## [INSTRUCTIONS FOR THE TASK]
Give every entry again, word for word and in full.

## [DATA EXCERPTS]
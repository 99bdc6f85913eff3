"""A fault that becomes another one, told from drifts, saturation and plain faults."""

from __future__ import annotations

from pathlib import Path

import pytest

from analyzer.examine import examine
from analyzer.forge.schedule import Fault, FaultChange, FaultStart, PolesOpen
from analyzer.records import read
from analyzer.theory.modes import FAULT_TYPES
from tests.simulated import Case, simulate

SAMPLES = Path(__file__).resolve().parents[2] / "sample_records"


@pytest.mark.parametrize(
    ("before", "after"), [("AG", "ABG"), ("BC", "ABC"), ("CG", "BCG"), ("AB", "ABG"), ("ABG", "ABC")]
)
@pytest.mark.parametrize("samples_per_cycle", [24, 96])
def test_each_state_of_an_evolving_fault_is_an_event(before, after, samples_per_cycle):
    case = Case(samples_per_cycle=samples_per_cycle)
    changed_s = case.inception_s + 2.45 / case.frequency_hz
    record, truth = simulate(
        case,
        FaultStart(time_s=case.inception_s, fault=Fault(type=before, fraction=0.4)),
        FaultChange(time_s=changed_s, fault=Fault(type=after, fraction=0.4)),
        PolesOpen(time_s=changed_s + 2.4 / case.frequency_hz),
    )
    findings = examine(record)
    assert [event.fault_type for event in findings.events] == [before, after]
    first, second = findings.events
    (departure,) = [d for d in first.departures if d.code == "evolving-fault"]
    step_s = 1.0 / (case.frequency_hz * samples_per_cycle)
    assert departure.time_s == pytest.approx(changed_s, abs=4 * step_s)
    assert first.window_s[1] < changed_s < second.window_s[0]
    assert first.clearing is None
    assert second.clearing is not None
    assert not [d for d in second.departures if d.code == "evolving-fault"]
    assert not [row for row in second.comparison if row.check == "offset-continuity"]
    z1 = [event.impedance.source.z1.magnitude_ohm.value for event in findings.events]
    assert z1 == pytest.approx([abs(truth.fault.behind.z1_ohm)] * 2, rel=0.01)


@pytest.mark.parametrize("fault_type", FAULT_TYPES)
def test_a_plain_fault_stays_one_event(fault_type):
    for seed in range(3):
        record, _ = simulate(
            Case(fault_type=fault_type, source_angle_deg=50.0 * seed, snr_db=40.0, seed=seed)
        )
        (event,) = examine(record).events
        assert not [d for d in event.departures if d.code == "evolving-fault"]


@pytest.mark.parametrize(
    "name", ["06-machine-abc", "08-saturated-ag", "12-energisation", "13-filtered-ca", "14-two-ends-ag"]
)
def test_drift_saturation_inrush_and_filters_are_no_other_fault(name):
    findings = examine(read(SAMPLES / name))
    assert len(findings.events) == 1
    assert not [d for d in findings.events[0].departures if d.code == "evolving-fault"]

## [FINAL ANSWER]
repository 99bdc6f85913eff3
"""A fault that becomes another one, told from drifts, saturation and plain faults."""

from __future__ import annotations

from pathlib import Path

import pytest

from analyzer.examine import examine
from analyzer.forge.schedule import Fault, FaultChange, FaultStart, PolesOpen
from analyzer.records import read
from analyzer.theory.modes import FAULT_TYPES
from tests.simulated import Case, simulate

SAMPLES = Path(__file__).resolve().parents[2] / "sample_records"


@pytest.mark.parametrize(
    ("before", "after"), [("AG", "ABG"), ("BC", "ABC"), ("CG", "BCG"), ("AB", "ABG"), ("ABG", "ABC")]
)
@pytest.mark.parametrize("samples_per_cycle", [24, 96])
def test_each_state_of_an_evolving_fault_is_an_event(before, after, samples_per_cycle):
    case = Case(samples_per_cycle=samples_per_cycle)
    changed_s = case.inception_s + 2.45 / case.frequency_hz
    record, truth = simulate(
        case,
        FaultStart(time_s=case.inception_s, fault=Fault(type=before, fraction=0.4)),
        FaultChange(time_s=changed_s, fault=Fault(type=after, fraction=0.4)),
        PolesOpen(time_s=changed_s + 2.4 / case.frequency_hz),
    )
    findings = examine(record)
    assert [event.fault_type for event in findings.events] == [before, after]
    first, second = findings.events
    (departure,) = [d for d in first.departures if d.code == "evolving-fault"]
    step_s = 1.0 / (case.frequency_hz * samples_per_cycle)
    assert departure.time_s == pytest.approx(changed_s, abs=4 * step_s)
    assert first.window_s[1] < changed_s < second.window_s[0]
    assert first.clearing is None
    assert second.clearing is not None
    assert not [d for d in second.departures if d.code == "evolving-fault"]
    assert not [row for row in second.comparison if row.check == "offset-continuity"]
    z1 = [event.impedance.source.z1.magnitude_ohm.value for event in findings.events]
    assert z1 == pytest.approx([abs(truth.fault.behind.z1_ohm)] * 2, rel=0.01)


@pytest.mark.parametrize("fault_type", FAULT_TYPES)
def test_a_plain_fault_stays_one_event(fault_type):
    for seed in range(3):
        record, _ = simulate(
            Case(fault_type=fault_type, source_angle_deg=50.0 * seed, snr_db=40.0, seed=seed)
        )
        (event,) = examine(record).events
        assert not [d for d in event.departures if d.code == "evolving-fault"]


@pytest.mark.parametrize(
    "name", ["06-machine-abc", "08-saturated-ag", "12-energisation", "13-filtered-ca", "14-two-ends-ag"]
)
def test_drift_saturation_inrush_and_filters_are_no_other_fault(name):
    findings = examine(read(SAMPLES / name))
    assert len(findings.events) == 1
    assert not [d for d in findings.events[0].departures if d.code == "evolving-fault"]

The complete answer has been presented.